▶ [WHAT IS EXPECTED]: Output each record below exactly, and include all of them.

START THE INPUT

#[cfg(test)]
mod tests {
    use super::*;
    use crate::analysis::forward::forward_trace;
    use crate::model::{InputSpec, Layer, Layout};
    use approx::assert_abs_diff_eq;
    use ndarray::{Array2, array};
    use rand::{Rng, SeedableRng};
    use rand_chacha::ChaCha8Rng;

    fn random_net(seed: u64, acts: &[Activation], sizes: &[usize]) -> Network {
        let mut rng = ChaCha8Rng::seed_from_u64(seed);
        let n = sizes[0];
        let low: Vec<f32> = (0..n).map(|_| rng.random_range(-1.0f32..0.0)).collect();
        let high: Vec<f32> = low
            .iter()
            .map(|l| l + rng.random_range(0.1f32..2.0))
            .collect();
        let input = InputSpec {
            units: None,
            size: n,
            layout: Layout::Vector,
            low,
            high,
            names: None,
        };
        let layers = crate::analysis::test_nets::random_layers(&mut rng, sizes, acts, 0.5);
        Network::new("test", "t", input, layers).expect("valid")
    }

    #[test]
    fn first_layer_bounds_equal_the_closed_form() {
        // Closed form of a linear function's range over a box: max is
        // b + sum_i max(w_i lo_i, w_i hi_i), min is b + sum_i min(w_i lo_i, w_i hi_i)
        // (each coordinate is free; textbook linear programming over a box).
        let net = random_net(1, &[Activation::Relu, Activation::Softmax], &[7, 5, 3]);
        let b = interval_bounds(&net);
        let l = &net.layers()[0];
        for k in 0..l.units() {
            let mut up = f64::from(l.bias[k]);
            let mut dn = f64::from(l.bias[k]);
            for i in 0..7 {
                let w = f64::from(l.weights[[k, i]]);
                let lo = f64::from(net.input().low[i]);
                let hi = f64::from(net.input().high[i]);
                if w >= 0.0 {
                    up += w * hi;
                    dn += w * lo;
                } else {
                    up += w * lo;
                    dn += w * hi;
                }
            }
            assert_abs_diff_eq!(b.upper[0][k], up, epsilon = 1e-12);
            assert_abs_diff_eq!(b.lower[0][k], dn, epsilon = 1e-12);
        }
        // Attained: the vertex picking hi where w > 0 gives the upper bound (f32 forward,
        // so up to f32 rounding).
        for k in 0..l.units() {
            let x = Array2::from_shape_fn((1, 7), |(_, i)| {
                if l.weights[[k, i]] > 0.0 {
                    net.input().high[i]
                } else {
                    net.input().low[i]
                }
            });
            let t = forward_trace(&net, x.view(), 0);
            assert_abs_diff_eq!(f64::from(t.pre[0][[0, k]]), b.upper[0][k], epsilon = 1e-5);
        }
    }

    #[test]
    fn bounds_are_sound_on_random_inputs_for_every_activation() {
        // Soundness (Gowal et al. 2018): every sampled pre-activation lies inside the
        // bounds. Tolerance 1e-4 covers the f32 rounding of the sampled forward pass.
        let acts = [
            Activation::Identity,
            Activation::Relu,
            Activation::LeakyRelu { alpha: 0.2 },
            Activation::Sigmoid,
            Activation::Tanh,
        ];
        for (s, &act) in acts.iter().enumerate() {
            let net = random_net(
                10 + s as u64,
                &[act, act, Activation::Softmax],
                &[6, 8, 5, 3],
            );
            let b = interval_bounds(&net);
            let mut rng = ChaCha8Rng::seed_from_u64(100 + s as u64);
            let rows = 2000;
            let x = Array2::from_shape_fn((rows, 6), |(_, i)| {
                let (lo, hi) = (net.input().low[i], net.input().high[i]);
                // Include the box corners often: they are where linear maxima sit.
                match rng.random_range(0..4) {
                    0 => lo,
                    1 => hi,
                    _ => rng.random_range(lo..=hi),
                }
            });
            let t = forward_trace(&net, x.view(), 2);
            for l in 0..3 {
                for row in t.pre[l].rows() {
                    for (k, &z) in row.iter().enumerate() {
                        let z = f64::from(z);
                        assert!(
                            z <= b.upper[l][k] + 1e-4,
                            "{act:?} layer {l} unit {k}: {z} > {}",
                            b.upper[l][k]
                        );
                        assert!(
                            z >= b.lower[l][k] - 1e-4,
                            "{act:?} layer {l} unit {k}: {z} < {}",
                            b.lower[l][k]
                        );
                    }
                }
            }
        }
    }

    #[test]
    fn back_substitution_is_exact_for_linear_layers_and_never_looser() {
        // x in [0, 1]^2, identity hidden layer h = (x0 + x1, x0 - x1), out z = h0 + h1.
        // By hand: z = 2 x0, so its true range is [0, 2]. Plain IBP (Gowal et al. 2018):
        // h0 in [0, 2], h1 in [-1, 1], so z in [-1, 3]. Back-substitution with identity
        // relaxations is exact (Singh et al. 2019).
        let input = InputSpec::vector_box(2, 0.0, 1.0);
        let h = Layer {
            kind: crate::model::LayerKind::Dense,
            name: "h".into(),
            activation: Activation::Identity,
            weights: array![[1.0, 1.0], [1.0, -1.0]],
            bias: array![0.0, 0.0],
            labels: None,
        };
        let o = Layer {
            kind: crate::model::LayerKind::Dense,
            name: "o".into(),
            activation: Activation::Identity,
            weights: array![[1.0, 1.0]],
            bias: array![0.0],
            labels: None,
        };
        let net = Network::new("test", "t", input, vec![h, o]).expect("valid");
        let p = plain_interval_bounds(&net);
        assert_abs_diff_eq!(p.lower[1][0], -1.0, epsilon = 1e-12);
        assert_abs_diff_eq!(p.upper[1][0], 3.0, epsilon = 1e-12);
        let b = interval_bounds(&net);
        assert_abs_diff_eq!(b.lower[1][0], 0.0, epsilon = 1e-9);
        assert_abs_diff_eq!(b.upper[1][0], 2.0, epsilon = 1e-9);

        // Random rectifier networks: never looser than plain IBP, first layer identical.
        for seed in 0..20 {
            let net = random_net(
                200 + seed,
                &[
                    Activation::Relu,
                    Activation::LeakyRelu { alpha: 0.1 },
                    Activation::Identity,
                ],
                &[5, 9, 7, 3],
            );
            let p = plain_interval_bounds(&net);
            let b = interval_bounds(&net);
            assert_eq!(p.upper[0], b.upper[0]);
            assert_eq!(p.lower[0], b.lower[0]);
            for l in 1..3 {
                for k in 0..b.upper[l].len() {
                    assert!(b.upper[l][k] <= p.upper[l][k]);
                    assert!(b.lower[l][k] >= p.lower[l][k]);
                    assert!(b.lower[l][k] <= b.upper[l][k]);
                }
            }
        }
    }

    #[test]
    fn hand_computed_two_layer_bounds() {
        // x in [0, 1]^2. h = relu(x0 - x1): z in [-1, 1], a in [0, 1].
        // out = 2 h - 1: z in [-1, 1].
        let input = InputSpec::vector_box(2, 0.0, 1.0);
        let h = Layer {
            kind: crate::model::LayerKind::Dense,
            name: "h".into(),
            activation: Activation::Relu,
            weights: array![[1.0, -1.0]],
            bias: array![0.0],
            labels: None,
        };
        let o = Layer {
            kind: crate::model::LayerKind::Dense,
            name: "o".into(),
            activation: Activation::Identity,
            weights: array![[2.0]],
            bias: array![-1.0],
            labels: None,
        };
        let net = Network::new("test", "t", input, vec![h, o]).expect("valid");
        let b = interval_bounds(&net);
        assert_eq!(b.lower[0][0], -1.0);
        assert_eq!(b.upper[0][0], 1.0);
        assert_eq!(b.lower[1][0], -1.0);
        assert_eq!(b.upper[1][0], 1.0);
    }
}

END THE INPUT

▶ [TASK SOLUTION]:
#[cfg(test)]
mod tests {
    use super::*;
    use crate::analysis::forward::forward_trace;
    use crate::model::{InputSpec, Layer, Layout};
    use approx::assert_abs_diff_eq;
    use ndarray::{Array2, array};
    use rand::{Rng, SeedableRng};
    use rand_chacha::ChaCha8Rng;

    fn random_net(seed: u64, acts: &[Activation], sizes: &[usize]) -> Network {
        let mut rng = ChaCha8Rng::seed_from_u64(seed);
        let n = sizes[0];
        let low: Vec<f32> = (0..n).map(|_| rng.random_range(-1.0f32..0.0)).collect();
        let high: Vec<f32> = low
            .iter()
            .map(|l| l + rng.random_range(0.1f32..2.0))
            .collect();
        let input = InputSpec {
            units: None,
            size: n,
            layout: Layout::Vector,
            low,
            high,
            names: None,
        };
        let layers = crate::analysis::test_nets::random_layers(&mut rng, sizes, acts, 0.5);
        Network::new("test", "t", input, layers).expect("valid")
    }

    #[test]
    fn first_layer_bounds_equal_the_closed_form() {
        // Closed form of a linear function's range over a box: max is
        // b + sum_i max(w_i lo_i, w_i hi_i), min is b + sum_i min(w_i lo_i, w_i hi_i)
        // (each coordinate is free; textbook linear programming over a box).
        let net = random_net(1, &[Activation::Relu, Activation::Softmax], &[7, 5, 3]);
        let b = interval_bounds(&net);
        let l = &net.layers()[0];
        for k in 0..l.units() {
            let mut up = f64::from(l.bias[k]);
            let mut dn = f64::from(l.bias[k]);
            for i in 0..7 {
                let w = f64::from(l.weights[[k, i]]);
                let lo = f64::from(net.input().low[i]);
                let hi = f64::from(net.input().high[i]);
                if w >= 0.0 {
                    up += w * hi;
                    dn += w * lo;
                } else {
                    up += w * lo;
                    dn += w * hi;
                }
            }
            assert_abs_diff_eq!(b.upper[0][k], up, epsilon = 1e-12);
            assert_abs_diff_eq!(b.lower[0][k], dn, epsilon = 1e-12);
        }
        // Attained: the vertex picking hi where w > 0 gives the upper bound (f32 forward,
        // so up to f32 rounding).
        for k in 0..l.units() {
            let x = Array2::from_shape_fn((1, 7), |(_, i)| {
                if l.weights[[k, i]] > 0.0 {
                    net.input().high[i]
                } else {
                    net.input().low[i]
                }
            });
            let t = forward_trace(&net, x.view(), 0);
            assert_abs_diff_eq!(f64::from(t.pre[0][[0, k]]), b.upper[0][k], epsilon = 1e-5);
        }
    }

    #[test]
    fn bounds_are_sound_on_random_inputs_for_every_activation() {
        // Soundness (Gowal et al. 2018): every sampled pre-activation lies inside the
        // bounds. Tolerance 1e-4 covers the f32 rounding of the sampled forward pass.
        let acts = [
            Activation::Identity,
            Activation::Relu,
            Activation::LeakyRelu { alpha: 0.2 },
            Activation::Sigmoid,
            Activation::Tanh,
        ];
        for (s, &act) in acts.iter().enumerate() {
            let net = random_net(
                10 + s as u64,
                &[act, act, Activation::Softmax],
                &[6, 8, 5, 3],
            );
            let b = interval_bounds(&net);
            let mut rng = ChaCha8Rng::seed_from_u64(100 + s as u64);
            let rows = 2000;
            let x = Array2::from_shape_fn((rows, 6), |(_, i)| {
                let (lo, hi) = (net.input().low[i], net.input().high[i]);
                // Include the box corners often: they are where linear maxima sit.
                match rng.random_range(0..4) {
                    0 => lo,
                    1 => hi,
                    _ => rng.random_range(lo..=hi),
                }
            });
            let t = forward_trace(&net, x.view(), 2);
            for l in 0..3 {
                for row in t.pre[l].rows() {
                    for (k, &z) in row.iter().enumerate() {
                        let z = f64::from(z);
                        assert!(
                            z <= b.upper[l][k] + 1e-4,
                            "{act:?} layer {l} unit {k}: {z} > {}",
                            b.upper[l][k]
                        );
                        assert!(
                            z >= b.lower[l][k] - 1e-4,
                            "{act:?} layer {l} unit {k}: {z} < {}",
                            b.lower[l][k]
                        );
                    }
                }
            }
        }
    }

    #[test]
    fn back_substitution_is_exact_for_linear_layers_and_never_looser() {
        // x in [0, 1]^2, identity hidden layer h = (x0 + x1, x0 - x1), out z = h0 + h1.
        // By hand: z = 2 x0, so its true range is [0, 2]. Plain IBP (Gowal et al. 2018):
        // h0 in [0, 2], h1 in [-1, 1], so z in [-1, 3]. Back-substitution with identity
        // relaxations is exact (Singh et al. 2019).
        let input = InputSpec::vector_box(2, 0.0, 1.0);
        let h = Layer {
            kind: crate::model::LayerKind::Dense,
            name: "h".into(),
            activation: Activation::Identity,
            weights: array![[1.0, 1.0], [1.0, -1.0]],
            bias: array![0.0, 0.0],
            labels: None,
        };
        let o = Layer {
            kind: crate::model::LayerKind::Dense,
            name: "o".into(),
            activation: Activation::Identity,
            weights: array![[1.0, 1.0]],
            bias: array![0.0],
            labels: None,
        };
        let net = Network::new("test", "t", input, vec![h, o]).expect("valid");
        let p = plain_interval_bounds(&net);
        assert_abs_diff_eq!(p.lower[1][0], -1.0, epsilon = 1e-12);
        assert_abs_diff_eq!(p.upper[1][0], 3.0, epsilon = 1e-12);
        let b = interval_bounds(&net);
        assert_abs_diff_eq!(b.lower[1][0], 0.0, epsilon = 1e-9);
        assert_abs_diff_eq!(b.upper[1][0], 2.0, epsilon = 1e-9);

        // Random rectifier networks: never looser than plain IBP, first layer identical.
        for seed in 0..20 {
            let net = random_net(
                200 + seed,
                &[
                    Activation::Relu,
                    Activation::LeakyRelu { alpha: 0.1 },
                    Activation::Identity,
                ],
                &[5, 9, 7, 3],
            );
            let p = plain_interval_bounds(&net);
            let b = interval_bounds(&net);
            assert_eq!(p.upper[0], b.upper[0]);
            assert_eq!(p.lower[0], b.lower[0]);
            for l in 1..3 {
                for k in 0..b.upper[l].len() {
                    assert!(b.upper[l][k] <= p.upper[l][k]);
                    assert!(b.lower[l][k] >= p.lower[l][k]);
                    assert!(b.lower[l][k] <= b.upper[l][k]);
                }
            }
        }
    }

    #[test]
    fn hand_computed_two_layer_bounds() {
        // x in [0, 1]^2. h = relu(x0 - x1): z in [-1, 1], a in [0, 1].
        // out = 2 h - 1: z in [-1, 1].
        let input = InputSpec::vector_box(2, 0.0, 1.0);
        let h = Layer {
            kind: crate::model::LayerKind::Dense,
            name: "h".into(),
            activation: Activation::Relu,
            weights: array![[1.0, -1.0]],
            bias: array![0.0],
            labels: None,
        };
        let o = Layer {
            kind: crate::model::LayerKind::Dense,
            name: "o".into(),
            activation: Activation::Identity,
            weights: array![[2.0]],
            bias: array![-1.0],
            labels: None,
        };
        let net = Network::new("test", "t", input, vec![h, o]).expect("valid");
        let b = interval_bounds(&net);
        assert_eq!(b.lower[0][0], -1.0);
        assert_eq!(b.upper[0][0], 1.0);
        assert_eq!(b.lower[1][0], -1.0);
        assert_eq!(b.upper[1][0], 1.0);
    }
}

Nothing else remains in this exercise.